▶ [Exercise details]
Print the material underneath in full, keeping every line exactly as it is.

▶ [Stored data]

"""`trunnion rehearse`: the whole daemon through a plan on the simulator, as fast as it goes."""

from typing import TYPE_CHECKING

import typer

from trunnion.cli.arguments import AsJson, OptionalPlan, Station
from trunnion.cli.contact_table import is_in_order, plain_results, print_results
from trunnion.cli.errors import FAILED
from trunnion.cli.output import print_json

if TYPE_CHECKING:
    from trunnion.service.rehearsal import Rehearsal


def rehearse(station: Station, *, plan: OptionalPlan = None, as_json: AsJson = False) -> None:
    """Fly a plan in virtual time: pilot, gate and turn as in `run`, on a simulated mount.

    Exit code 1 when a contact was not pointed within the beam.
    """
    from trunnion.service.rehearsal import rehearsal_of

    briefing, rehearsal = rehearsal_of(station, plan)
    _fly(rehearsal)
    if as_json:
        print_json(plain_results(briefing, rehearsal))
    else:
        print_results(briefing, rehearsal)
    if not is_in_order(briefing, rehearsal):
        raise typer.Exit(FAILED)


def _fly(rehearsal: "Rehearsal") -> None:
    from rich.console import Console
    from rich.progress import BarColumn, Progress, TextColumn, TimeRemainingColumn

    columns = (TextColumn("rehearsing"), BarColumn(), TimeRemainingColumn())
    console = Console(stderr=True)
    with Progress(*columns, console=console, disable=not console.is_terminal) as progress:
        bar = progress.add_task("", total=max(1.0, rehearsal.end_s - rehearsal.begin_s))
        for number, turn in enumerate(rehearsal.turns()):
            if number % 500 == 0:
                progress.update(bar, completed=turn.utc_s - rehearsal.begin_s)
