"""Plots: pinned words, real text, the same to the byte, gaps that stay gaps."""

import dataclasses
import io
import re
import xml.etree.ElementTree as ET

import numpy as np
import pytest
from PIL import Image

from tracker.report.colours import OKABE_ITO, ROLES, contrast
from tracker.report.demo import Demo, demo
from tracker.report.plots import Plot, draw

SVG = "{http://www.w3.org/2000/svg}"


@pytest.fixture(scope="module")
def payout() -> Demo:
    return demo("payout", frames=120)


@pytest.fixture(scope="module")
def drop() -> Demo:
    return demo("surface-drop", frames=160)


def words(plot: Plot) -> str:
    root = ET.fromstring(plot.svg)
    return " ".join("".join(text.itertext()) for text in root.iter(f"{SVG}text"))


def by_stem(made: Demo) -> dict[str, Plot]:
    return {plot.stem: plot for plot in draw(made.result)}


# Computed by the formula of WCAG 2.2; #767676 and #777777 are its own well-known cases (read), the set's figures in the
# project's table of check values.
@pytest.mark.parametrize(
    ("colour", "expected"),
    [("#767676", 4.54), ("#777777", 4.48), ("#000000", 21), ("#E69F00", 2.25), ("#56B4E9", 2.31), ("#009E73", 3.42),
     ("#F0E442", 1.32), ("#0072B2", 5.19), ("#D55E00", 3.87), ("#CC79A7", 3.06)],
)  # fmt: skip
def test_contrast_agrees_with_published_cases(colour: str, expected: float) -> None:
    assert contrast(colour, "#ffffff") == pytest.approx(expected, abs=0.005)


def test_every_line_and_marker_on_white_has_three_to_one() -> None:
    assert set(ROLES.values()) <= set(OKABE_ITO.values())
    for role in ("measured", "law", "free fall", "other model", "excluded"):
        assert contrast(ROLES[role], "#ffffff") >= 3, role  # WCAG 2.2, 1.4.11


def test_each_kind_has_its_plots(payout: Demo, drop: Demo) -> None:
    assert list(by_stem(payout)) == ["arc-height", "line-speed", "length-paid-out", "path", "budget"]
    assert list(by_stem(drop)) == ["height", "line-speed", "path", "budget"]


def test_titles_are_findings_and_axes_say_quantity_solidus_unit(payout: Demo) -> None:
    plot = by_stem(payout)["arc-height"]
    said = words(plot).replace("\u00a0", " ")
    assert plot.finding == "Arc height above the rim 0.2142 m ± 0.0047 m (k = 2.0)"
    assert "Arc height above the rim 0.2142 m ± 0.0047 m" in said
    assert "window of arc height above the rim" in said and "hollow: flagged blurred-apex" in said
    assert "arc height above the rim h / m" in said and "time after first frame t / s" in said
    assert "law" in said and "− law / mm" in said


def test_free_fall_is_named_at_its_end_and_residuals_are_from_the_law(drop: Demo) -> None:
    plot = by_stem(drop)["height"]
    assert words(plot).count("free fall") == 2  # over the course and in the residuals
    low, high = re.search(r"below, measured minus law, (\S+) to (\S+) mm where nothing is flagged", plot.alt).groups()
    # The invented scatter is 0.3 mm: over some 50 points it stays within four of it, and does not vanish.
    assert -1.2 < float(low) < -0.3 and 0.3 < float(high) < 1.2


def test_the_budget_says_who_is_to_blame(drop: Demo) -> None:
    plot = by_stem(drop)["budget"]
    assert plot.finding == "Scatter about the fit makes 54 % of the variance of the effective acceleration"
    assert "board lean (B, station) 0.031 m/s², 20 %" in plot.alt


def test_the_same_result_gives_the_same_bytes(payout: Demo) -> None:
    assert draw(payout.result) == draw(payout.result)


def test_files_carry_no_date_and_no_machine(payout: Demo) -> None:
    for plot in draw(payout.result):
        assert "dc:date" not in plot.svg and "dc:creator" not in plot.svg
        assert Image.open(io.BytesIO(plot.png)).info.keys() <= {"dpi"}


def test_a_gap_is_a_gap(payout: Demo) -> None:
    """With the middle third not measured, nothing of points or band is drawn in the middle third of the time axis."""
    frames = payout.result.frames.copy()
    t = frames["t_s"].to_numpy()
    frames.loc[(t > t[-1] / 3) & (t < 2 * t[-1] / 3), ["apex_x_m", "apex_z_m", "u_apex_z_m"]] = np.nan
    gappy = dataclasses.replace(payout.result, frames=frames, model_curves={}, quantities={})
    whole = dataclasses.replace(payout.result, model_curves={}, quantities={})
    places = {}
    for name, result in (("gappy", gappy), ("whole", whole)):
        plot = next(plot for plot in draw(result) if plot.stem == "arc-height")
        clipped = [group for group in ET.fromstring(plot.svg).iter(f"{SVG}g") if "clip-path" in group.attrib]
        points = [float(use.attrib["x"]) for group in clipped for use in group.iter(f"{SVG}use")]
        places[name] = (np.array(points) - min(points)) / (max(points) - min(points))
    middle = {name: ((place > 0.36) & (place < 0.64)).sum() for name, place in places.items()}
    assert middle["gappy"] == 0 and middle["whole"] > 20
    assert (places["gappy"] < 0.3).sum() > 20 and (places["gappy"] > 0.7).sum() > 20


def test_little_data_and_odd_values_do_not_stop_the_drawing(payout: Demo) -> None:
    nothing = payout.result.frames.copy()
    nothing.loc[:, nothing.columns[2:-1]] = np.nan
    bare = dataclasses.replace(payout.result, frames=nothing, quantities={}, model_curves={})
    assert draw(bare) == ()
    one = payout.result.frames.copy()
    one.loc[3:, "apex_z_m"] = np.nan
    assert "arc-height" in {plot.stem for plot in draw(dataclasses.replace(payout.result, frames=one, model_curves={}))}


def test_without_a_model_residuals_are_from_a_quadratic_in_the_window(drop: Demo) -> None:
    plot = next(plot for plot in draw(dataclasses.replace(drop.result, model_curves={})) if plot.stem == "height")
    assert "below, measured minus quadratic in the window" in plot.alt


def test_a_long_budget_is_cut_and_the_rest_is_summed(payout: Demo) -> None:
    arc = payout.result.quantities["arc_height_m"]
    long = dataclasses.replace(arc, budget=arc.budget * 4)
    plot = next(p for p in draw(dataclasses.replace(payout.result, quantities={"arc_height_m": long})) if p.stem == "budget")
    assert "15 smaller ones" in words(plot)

▶ [Exercise answer]
"""`trunnion rehearse`: the whole daemon through a plan on the simulator, as fast as it goes."""

from typing import TYPE_CHECKING

import typer

from trunnion.cli.arguments import AsJson, OptionalPlan, Station
from trunnion.cli.contact_table import is_in_order, plain_results, print_results
from trunnion.cli.errors import FAILED
from trunnion.cli.output import print_json

if TYPE_CHECKING:
    from trunnion.service.rehearsal import Rehearsal


def rehearse(station: Station, *, plan: OptionalPlan = None, as_json: AsJson = False) -> None:
    """Fly a plan in virtual time: pilot, gate and turn as in `run`, on a simulated mount.

    Exit code 1 when a contact was not pointed within the beam.
    """
    from trunnion.service.rehearsal import rehearsal_of

    briefing, rehearsal = rehearsal_of(station, plan)
    _fly(rehearsal)
    if as_json:
        print_json(plain_results(briefing, rehearsal))
    else:
        print_results(briefing, rehearsal)
    if not is_in_order(briefing, rehearsal):
        raise typer.Exit(FAILED)


def _fly(rehearsal: "Rehearsal") -> None:
    from rich.console import Console
    from rich.progress import BarColumn, Progress, TextColumn, TimeRemainingColumn

    columns = (TextColumn("rehearsing"), BarColumn(), TimeRemainingColumn())
    console = Console(stderr=True)
    with Progress(*columns, console=console, disable=not console.is_terminal) as progress:
        bar = progress.add_task("", total=max(1.0, rehearsal.end_s - rehearsal.begin_s))
        for number, turn in enumerate(rehearsal.turns()):
            if number % 500 == 0:
                progress.update(bar, completed=turn.utc_s - rehearsal.begin_s)
"""Plots: pinned words, real text, the same to the byte, gaps that stay gaps."""

import dataclasses
import io
import re
import xml.etree.ElementTree as ET

import numpy as np
import pytest
from PIL import Image

from tracker.report.colours import OKABE_ITO, ROLES, contrast
from tracker.report.demo import Demo, demo
from tracker.report.plots import Plot, draw

SVG = "{http://www.w3.org/2000/svg}"


@pytest.fixture(scope="module")
def payout() -> Demo:
    return demo("payout", frames=120)


@pytest.fixture(scope="module")
def drop() -> Demo:
    return demo("surface-drop", frames=160)


def words(plot: Plot) -> str:
    root = ET.fromstring(plot.svg)
    return " ".join("".join(text.itertext()) for text in root.iter(f"{SVG}text"))


def by_stem(made: Demo) -> dict[str, Plot]:
    return {plot.stem: plot for plot in draw(made.result)}


# Computed by the formula of WCAG 2.2; #767676 and #777777 are its own well-known cases (read), the set's figures in the
# project's table of check values.
@pytest.mark.parametrize(
    ("colour", "expected"),
    [("#767676", 4.54), ("#777777", 4.48), ("#000000", 21), ("#E69F00", 2.25), ("#56B4E9", 2.31), ("#009E73", 3.42),
     ("#F0E442", 1.32), ("#0072B2", 5.19), ("#D55E00", 3.87), ("#CC79A7", 3.06)],
)  # fmt: skip
def test_contrast_agrees_with_published_cases(colour: str, expected: float) -> None:
    assert contrast(colour, "#ffffff") == pytest.approx(expected, abs=0.005)


def test_every_line_and_marker_on_white_has_three_to_one() -> None:
    assert set(ROLES.values()) <= set(OKABE_ITO.values())
    for role in ("measured", "law", "free fall", "other model", "excluded"):
        assert contrast(ROLES[role], "#ffffff") >= 3, role  # WCAG 2.2, 1.4.11


def test_each_kind_has_its_plots(payout: Demo, drop: Demo) -> None:
    assert list(by_stem(payout)) == ["arc-height", "line-speed", "length-paid-out", "path", "budget"]
    assert list(by_stem(drop)) == ["height", "line-speed", "path", "budget"]


def test_titles_are_findings_and_axes_say_quantity_solidus_unit(payout: Demo) -> None:
    plot = by_stem(payout)["arc-height"]
    said = words(plot).replace("\u00a0", " ")
    assert plot.finding == "Arc height above the rim 0.2142 m ± 0.0047 m (k = 2.0)"
    assert "Arc height above the rim 0.2142 m ± 0.0047 m" in said
    assert "window of arc height above the rim" in said and "hollow: flagged blurred-apex" in said
    assert "arc height above the rim h / m" in said and "time after first frame t / s" in said
    assert "law" in said and "− law / mm" in said


def test_free_fall_is_named_at_its_end_and_residuals_are_from_the_law(drop: Demo) -> None:
    plot = by_stem(drop)["height"]
    assert words(plot).count("free fall") == 2  # over the course and in the residuals
    low, high = re.search(r"below, measured minus law, (\S+) to (\S+) mm where nothing is flagged", plot.alt).groups()
    # The invented scatter is 0.3 mm: over some 50 points it stays within four of it, and does not vanish.
    assert -1.2 < float(low) < -0.3 and 0.3 < float(high) < 1.2


def test_the_budget_says_who_is_to_blame(drop: Demo) -> None:
    plot = by_stem(drop)["budget"]
    assert plot.finding == "Scatter about the fit makes 54 % of the variance of the effective acceleration"
    assert "board lean (B, station) 0.031 m/s², 20 %" in plot.alt


def test_the_same_result_gives_the_same_bytes(payout: Demo) -> None:
    assert draw(payout.result) == draw(payout.result)


def test_files_carry_no_date_and_no_machine(payout: Demo) -> None:
    for plot in draw(payout.result):
        assert "dc:date" not in plot.svg and "dc:creator" not in plot.svg
        assert Image.open(io.BytesIO(plot.png)).info.keys() <= {"dpi"}


def test_a_gap_is_a_gap(payout: Demo) -> None:
    """With the middle third not measured, nothing of points or band is drawn in the middle third of the time axis."""
    frames = payout.result.frames.copy()
    t = frames["t_s"].to_numpy()
    frames.loc[(t > t[-1] / 3) & (t < 2 * t[-1] / 3), ["apex_x_m", "apex_z_m", "u_apex_z_m"]] = np.nan
    gappy = dataclasses.replace(payout.result, frames=frames, model_curves={}, quantities={})
    whole = dataclasses.replace(payout.result, model_curves={}, quantities={})
    places = {}
    for name, result in (("gappy", gappy), ("whole", whole)):
        plot = next(plot for plot in draw(result) if plot.stem == "arc-height")
        clipped = [group for group in ET.fromstring(plot.svg).iter(f"{SVG}g") if "clip-path" in group.attrib]
        points = [float(use.attrib["x"]) for group in clipped for use in group.iter(f"{SVG}use")]
        places[name] = (np.array(points) - min(points)) / (max(points) - min(points))
    middle = {name: ((place > 0.36) & (place < 0.64)).sum() for name, place in places.items()}
    assert middle["gappy"] == 0 and middle["whole"] > 20
    assert (places["gappy"] < 0.3).sum() > 20 and (places["gappy"] > 0.7).sum() > 20


def test_little_data_and_odd_values_do_not_stop_the_drawing(payout: Demo) -> None:
    nothing = payout.result.frames.copy()
    nothing.loc[:, nothing.columns[2:-1]] = np.nan
    bare = dataclasses.replace(payout.result, frames=nothing, quantities={}, model_curves={})
    assert draw(bare) == ()
    one = payout.result.frames.copy()
    one.loc[3:, "apex_z_m"] = np.nan
    assert "arc-height" in {plot.stem for plot in draw(dataclasses.replace(payout.result, frames=one, model_curves={}))}


def test_without_a_model_residuals_are_from_a_quadratic_in_the_window(drop: Demo) -> None:
    plot = next(plot for plot in draw(dataclasses.replace(drop.result, model_curves={})) if plot.stem == "height")
    assert "below, measured minus quadratic in the window" in plot.alt


def test_a_long_budget_is_cut_and_the_rest_is_summed(payout: Demo) -> None:
    arc = payout.result.quantities["arc_height_m"]
    long = dataclasses.replace(arc, budget=arc.budget * 4)
    plot = next(p for p in draw(dataclasses.replace(payout.result, quantities={"arc_height_m": long})) if p.stem == "budget")
    assert "15 smaller ones" in words(plot)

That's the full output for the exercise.